• **Record extracts**
═══

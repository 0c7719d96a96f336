import { useLingui } from "@lingui/react";
import type { UseFormReturn } from "react-hook-form";
import type { z } from "zod";
import type { NewProtectorInput } from "../../../shared/schemas/protector";
import { BandFields } from "../../components/band-fields";
import { DateField, Field, NumberField, TextAreaField } from "../../components/form";

export type ProtectorForm = UseFormReturn<
  z.input<typeof NewProtectorInput>,
  unknown,
  z.output<typeof NewProtectorInput>
>;

const NO_ACTIVE = {
  attenuationDb: null,
  delayS: null,
  gain: null,
  maximumDb: null,
  bandwidthHz: null,
  saturatesAboveDb: null,
  batteryMin: null,
};

/** What certificate and test reports say of a model, from a date on. */
export function ProtectorDataFields({
  form,
  needsReason,
}: {
  form: ProtectorForm;
  needsReason: boolean;
}) {
  const { i18n } = useLingui();
  const active = form.watch("data.active");
  return (
    <>
      <NumberField
        form={form}
        name="data.usRatingDb"
        label={i18n.t("US single number")}
        unit="dB"
        isOptional
      />
      <NumberField
        form={form}
        name="data.snrDb"
        label={i18n.t("SNR")}
        unit="dB"
        isOptional
        note={i18n.t("Never below the L of the same label.")}
      />
      <NumberField form={form} name="data.hDb" label={i18n.t("H")} unit="dB" isOptional />
      <NumberField form={form} name="data.mDb" label={i18n.t("M")} unit="dB" isOptional />
      <NumberField form={form} name="data.lDb" label={i18n.t("L")} unit="dB" isOptional />
      <NumberField form={form} name="data.slc80Db" label={i18n.t("SLC80")} unit="dB" isOptional />
      <BandFields
        form={form}
        name="data.bands"
        label={i18n.t("By octave band, dB")}
        rows={[
          { key: "meanDb", label: i18n.t("Mean attenuation") },
          { key: "sdDb", label: i18n.t("Standard deviation") },
        ]}
        note={i18n.t(
          "63 Hz may stay empty, the others not. Eight values can be pasted into any cell.",
        )}
      />
      <Field label={i18n.t("Active part")} error={undefined} isGroup>
        {() => (
          <label className="choice">
            <input
              type="checkbox"
              checked={active !== null && active !== undefined}
              onChange={(event) =>
                form.setValue("data.active", event.target.checked ? NO_ACTIVE : null, {
                  shouldDirty: true,
                })
              }
            />
            <span>{i18n.t("It cancels noise electronically")}</span>
          </label>
        )}
      </Field>
      {active && (
        <>
          <BandFields
            form={form}
            name="data.active.attenuationDb"
            label={i18n.t("Active attenuation, dB")}
            rows={[{ label: i18n.t("Active attenuation") }]}
            note={i18n.t(
              "From its own test report; negative where it adds noise. Without a report: delay and gain.",
            )}
          />
          <NumberField
            form={form}
            name="data.active.delayS"
            label={i18n.t("Delay")}
            unit="s"
            isOptional
            note={i18n.t("Of the canceller; 50 µs is 0.00005.")}
          />
          <NumberField
            form={form}
            name="data.active.gain"
            label={i18n.t("Gain")}
            isOptional
            note={i18n.t("1 is perfect.")}
          />
          <NumberField
            form={form}
            name="data.active.maximumDb"
            label={i18n.t("At most")}
            unit="dB"
            isOptional
          />
          <NumberField
            form={form}
            name="data.active.bandwidthHz"
            label={i18n.t("Works up to")}
            unit="Hz"
            isOptional
          />
          <NumberField
            form={form}
            name="data.active.saturatesAboveDb"
            label={i18n.t("Saturates above")}
            unit="dB(A)"
            isOptional
          />
          <NumberField
            form={form}
            name="data.active.batteryMin"
            label={i18n.t("Battery lasts")}
            unit="min"
            isOptional
          />
        </>
      )}
      <DateField
        form={form}
        name="data.effectiveFrom"
        label={i18n.t("Holds from")}
        note={
          needsReason
            ? i18n.t("It may lie back: who wore it since then is judged again.")
            : undefined
        }
      />
      {needsReason && (
        <TextAreaField form={form} name="data.reason" label={i18n.t("Reason")} rows={2} />
      )}
    </>
  );
}
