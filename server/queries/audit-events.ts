import type { AuditEventFilter, AuditEventView } from "../../shared/schemas/audit-event";
import { decodeCursor, pageFrom } from "../lib/cursor";
import { rows } from "../lib/db";
import { issue, unprocessable } from "../lib/errors";
import { type Actor, visible } from "../lib/policy";
import { auditPolicy } from "../policies";

export type AuditEventRow = Omit<AuditEventView, "at"> & { at: Date };

/** The trail, the latest first. */
export async function pageOfAuditEvents(actor: Actor, filter: AuditEventFilter) {
  const before = decodeCursor(filter.cursor, 1)?.[0] ?? null;
  if (before !== null && !/^\d{1,18}$/.test(String(before)))
    throw unprocessable([issue(["cursor"], "cursor-unknown")]);
  const conditions = [
    "e.organization_id = :organizationId",
    visible(auditPolicy, actor, "e"),
    before !== null && "e.id < CAST(:before AS bigint)",
    filter.subjectKind && "e.subject_kind = :subjectKind",
    filter.subjectId && "e.subject_id = :subjectId",
    filter.actorId && "e.actor_id = :actorId",
  ].filter(Boolean);
  const found = await rows<AuditEventRow>(
    `SELECT e.id::text AS id, e.at, e.actor_id AS "actorId", u.name AS "actorName", e.action, e.subject_kind AS "subjectKind",
       e.subject_id AS "subjectId", v.recorded AS "values", s.event_id IS NOT NULL AS "isSealed"
     FROM audit_events e LEFT JOIN audit_values v ON v.event_id = e.id LEFT JOIN users u ON u.id = e.actor_id
     LEFT JOIN audit_seals s ON s.event_id = e.id
     WHERE ${conditions.join(" AND ")} ORDER BY e.id DESC LIMIT :limit`,
    {
      organizationId: actor.organizationId,
      before: before === null ? null : String(before),
      subjectKind: filter.subjectKind ?? null,
      subjectId: filter.subjectId ?? null,
      actorId: filter.actorId ?? null,
      limit: filter.limit + 1,
    },
  );
  return pageFrom(found, filter.limit, ({ id }) => [id]);
}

═══

• **Task instructions**
Only lines with the word "pageFrom" are wanted. Find and copy them from the records above.

• **Written answer**
import { decodeCursor, pageFrom } from "../lib/cursor";
  return pageFrom(found, filter.limit, ({ id }) => [id]);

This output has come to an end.